# Weird spots on Tabby



## leothecutie (Oct 2, 2012)

Hello! We got an tabby about 3 weeks ago, and I've never saw a tabby before with spots on their side. What do you think? Heres a pic of him.


----------



## leothecutie (Oct 2, 2012)

*Mix of Egyption Mau?*

Okay, so I've been staring at the computer screen looking at pics of egyptian maus and other breeds. The egyptian mau is the closest I can think of that maybe he's got mixed in him...


----------



## yingying (Jul 19, 2011)

There are 4 types of tabby patterns: Mackerel, classic, ticked, and spotted. All 4 tabby patterns can occur in both domestic cats (moggies) and pedigree cats. Egyptian Mau is only one breed of cats who are spotted. There are other spotted breeds such as Ocicat and Australia Mist. Lot's of Bengals are also spotted. 

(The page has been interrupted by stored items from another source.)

/*
 * The background jobs (e-mail outbox, consult and deposit refunds, lapsed holds, upload sweep) under failure and under
 * two processes. "Two processes" are two libSQL clients on the one database file, as two servers
 * would open it; the effects are counted where they land, by the e-mail and payments fakes.
 */
import { mkdtempSync } from "node:fs";
import { tmpdir } from "node:os";
import path from "node:path";
import { randomUUID } from "node:crypto";
import { and, eq, inArray, like } from "drizzle-orm";
import { Resend } from "resend";
import type Stripe from "stripe";
import { afterAll, beforeAll, expect, onTestFinished, test, vi } from "vitest";
import { bookings, emailOutbox, jobLeases, proposals, type Company } from "~/db/schema";
import { processRefunds, releaseLapsedHolds } from "~/lib/consults/booking.server";
import { sweepStrayUploads } from "~/lib/jobs/background.server";
import { db, openDatabase, type Db } from "~/lib/platform/db.server";
import { env } from "~/lib/platform/env.server";
import { LEASE_MS } from "~/lib/jobs/jobs.server";
import { deliverDueEmails } from "~/lib/jobs/outbox-worker.server";
import { createStripe } from "~/lib/platform/payments.server";
import { processDepositRefunds } from "~/lib/proposals/proposal-payments.server";
import { action as attentionAction, loader as attentionLoader } from "~/routes/app-attention";
import { startEmailFake, type EmailFake } from "../../fakes/email/server";
import { startPaymentsFake, type PaymentsFake } from "../../fakes/payments/server";
import { demoCompany, routeArgs } from "./support/demo";
import { requestWithCookie } from "./support/fixtures";
import { createTestLead } from "./support/leads";
import { loginAs } from "./support/login";
import { sentProposal } from "./support/proposals";

let payments: PaymentsFake;
let mailFake: EmailFake;
let stripe: Stripe;
let mail: Resend;
let second: { db: Db; close: () => void };
let company: Company;
let leadId: number;

beforeAll(async () => {
  payments = await startPaymentsFake({
    port: 0,
    webhookUrl: null,
    stateFile: path.join(mkdtempSync(path.join(tmpdir(), "ew-jobs-")), "state.json"),
    log: () => {},
  });
  mailFake = await startEmailFake({ port: 0 });
  stripe = createStripe(payments.url);
  mail = new Resend("re_test_key", { baseUrl: mailFake.url });
  // A second connection to the same file, as a second server process would have.
  const opened = openDatabase(env.DATABASE_URL);
  await opened.client.execute("PRAGMA busy_timeout = 5000");
  second = { db: opened.db, close: () => opened.client.close() };
  ({ company } = await demoCompany());
  leadId = (await createTestLead(company)).id;
});
afterAll(async () => {
  second.close();
  await payments.close();
  await mailFake.close();
});

let slotSeq = 0;
/** A distinct slot far ahead, so test bookings never meet the seed's or each other's. */
const nextSlot = () => {
  slotSeq += 1;
  const start = new Date(Date.UTC(2090, 0, 1) + slotSeq * 3_600_000);
  return { startsAt: start.toISOString(), endsAt: new Date(start.getTime() + 3_600_000).toISOString() };
};
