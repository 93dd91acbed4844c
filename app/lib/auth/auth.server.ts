import { eq } from "drizzle-orm";
import { Authenticator } from "remix-auth";
import { FormStrategy } from "remix-auth-form";
import { z } from "zod";
import { users } from "~/db/schema";
import { db } from "~/lib/platform/db.server";
import { burnPasswordCheck, verifyPassword } from "~/lib/auth/password.server";
import { countSpent, createLimiter, peekLimit, spendLimit } from "~/lib/platform/rate-limit.server";

export const SIGN_IN_FAILED = "That e-mail and password do not match an account.";

/** Thrown by the sign-in strategy; the message is safe to show (it never says which part was wrong). */
export class SignInError extends Error {
  constructor(
    message: string,
    readonly status: number,
    readonly retryAfterSeconds?: number,
  ) {
    super(message);
  }
}

/*
 * Sign-in limits (ASVS 2.2.1). Failures are counted per address and per account-and-address, so a
 * guesser is stopped at their own address while the account's owner, from theirs, still gets in.
 * Failures on one account from everywhere never lock it: past a threshold each further attempt on
 * that account waits a little longer before its password is checked (at most a few seconds).
 */
const perAccountAddressMinute = createLimiter("sign-in:account+address:minute", 10, 60);
const perAccountAddressHour = createLimiter("sign-in:account+address:hour", 100, 60 * 60);
const perAddressMinute = createLimiter("sign-in:address:minute", 30, 60);
const accountFailures = createLimiter("sign-in:account:failures", Number.MAX_SAFE_INTEGER, 15 * 60);

/** Failures on an account (from any address) in 15 minutes before attempts start to slow down. */
export const SLOWDOWN_AFTER_FAILURES = 10;
export const MAX_SLOWDOWN_MS = 5_000;

/** The wait before checking a password on an account with this many recent failures. */
export function signInDelayMs(recentFailures: number): number {
  if (recentFailures < SLOWDOWN_AFTER_FAILURES) return 0;
  return Math.min(MAX_SLOWDOWN_MS, 250 * 2 ** Math.min(recentFailures - SLOWDOWN_AFTER_FAILURES, 5));
}

const signInFormSchema = z.object({
  email: z.email().max(254),
  password: z.string().min(1).max(200),
});

export type SignedIn = { id: number; role: string; companyId: number };

/** Checks an e-mail and password from `address` (a bucket from clientAddress); throws SignInError. */
export async function verifySignIn(form: FormData, address: string): Promise<SignedIn> {
  const parsed = signInFormSchema.safeParse({
    email: String(form.get("email") ?? "")
      .trim()
      .toLowerCase(),
    password: String(form.get("password") ?? ""),
  });
  if (!parsed.success) throw new SignInError(SIGN_IN_FAILED, 400);
  const { email, password } = parsed.data;
  const limits = [
    [perAccountAddressMinute, `${email}|${address}`],
    [perAccountAddressHour, `${email}|${address}`],
    [perAddressMinute, address],
  ] as const;

  // Checked before any hashing, so a flood costs the server nothing.
  for (const [limiter, key] of limits) {
    const verdict = await peekLimit(limiter, key);
    if (!verdict.ok) {
      throw new SignInError("Too many sign-in attempts. Wait a minute and try again.", 429, verdict.retryAfterSeconds);
    }
  }
  const delay = signInDelayMs((await countSpent(accountFailures, email)).spent);
  if (delay > 0) await new Promise((resolve) => setTimeout(resolve, delay));

  const [user] = await db.select().from(users).where(eq(users.email, email)).limit(1);
  const isValid =
    user?.passwordHash && user.isActive
      ? await verifyPassword(user.passwordHash, password)
      : (await burnPasswordCheck(password), false);

  if (!user || !isValid) {
    for (const [limiter, key] of limits) await spendLimit(limiter, key);
    await spendLimit(accountFailures, email);
    throw new SignInError(SIGN_IN_FAILED, 401);
  }
  return { id: user.id, role: user.role, companyId: user.companyId };
}

/*
 * The password strategy. The client's address comes from the socket (or a trusted proxy), which a
 * Request does not carry (remix-auth hands its strategy a fresh copy of the request), so each sign-in
 * gets an authenticator whose strategy closes over the address; both are small plain objects.
 */
/** Signs in with the posted e-mail and password through remix-auth's form strategy; throws SignInError. */
export function authenticateWithPassword(request: Request, address: string): Promise<SignedIn> {
  const authenticator = new Authenticator<SignedIn>();
  authenticator.use(new FormStrategy(({ form }) => verifySignIn(form, address)), "password");
  return authenticator.authenticate("password", request);
}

So your kitty being spotted doesn't mean he must have some Mau blood in him. And actually, I believe your cat's pattern is more of a broken Mackerel tabby than a true spotted tabby...


----------



## BigDaveyL (Jun 26, 2012)

I agree with this. He's most likely a Tabby, and is a mix of two patterns.

My little Gadget is the same way.


----------



## spotty cats (Sep 23, 2011)

BigDaveyL said:


> He's most likely a Tabby, and is a mix of two patterns.


Tabby is the pattern, he's a domestic. Not a mix of 2 patterns as such, still described as a Mackeral Tabby it's just the solid lines have broken up in some parts.


----------



## Smokey596 (Nov 29, 2010)

Regardless, he's a beautiful cat! And that's a great photo with the patterned background too.


----------



## leothecutie (Oct 2, 2012)

Thanks for all your help!!! I guess I was just hopeful that he had some special mix in him lol.


----------



## yingying (Jul 19, 2011)

Spotted tabby and broken mackerel tabby are not very common in domestic cats. And he is certainly very adorable! I always have a soft spot for cats with round face. He doesn't need any paticular breed in his blood to be special :luv

PS: The sofa cover is really nice, and matches your cat! :lol:


----------



## leothecutie (Oct 2, 2012)

Thanks! He definitely has a special place in my heart :heart! The seat he's laying on is a La-Z-boy, it's his favorite place to lounge and snooze.


----------



## jadis (Jul 9, 2011)

My Tigerlily had spots like that at first and still does on her belly, but her side spots have turned into ticking. I think it's very pretty and your boy is very pretty, it'll be intersting to see if he changes as he gets older.


----------



## leothecutie (Oct 2, 2012)

Me too!  We had another Tabby kitty but we had to give him to our MIL because he sprayed everywhere, and omg!!! He's huge! (he was big when we had him) but I guess because of winter he's put on weight. I wonder if our little kitty will put on winter weight like him...or just stay thinner because he's an indoor kitty.


----------



## leothecutie (Oct 2, 2012)

jadis said:


> My Tigerlily had spots like that at first and still does on her belly, but her side spots have turned into ticking. I think it's very pretty and your boy is very pretty, it'll be intersting to see if he changes as he gets older.


I hope it turns into ticking, it would be sooo pretty!:grin:


----------



## Sol (Feb 20, 2003)

A very common pattern in tabbies not bred true for spots or mackerel. We see it all the time in the Devon Rex. We call the pattern "spockerel".:wink:


----------



## minikin44 (Aug 25, 2012)

He's spotted or broken Mackerel


----------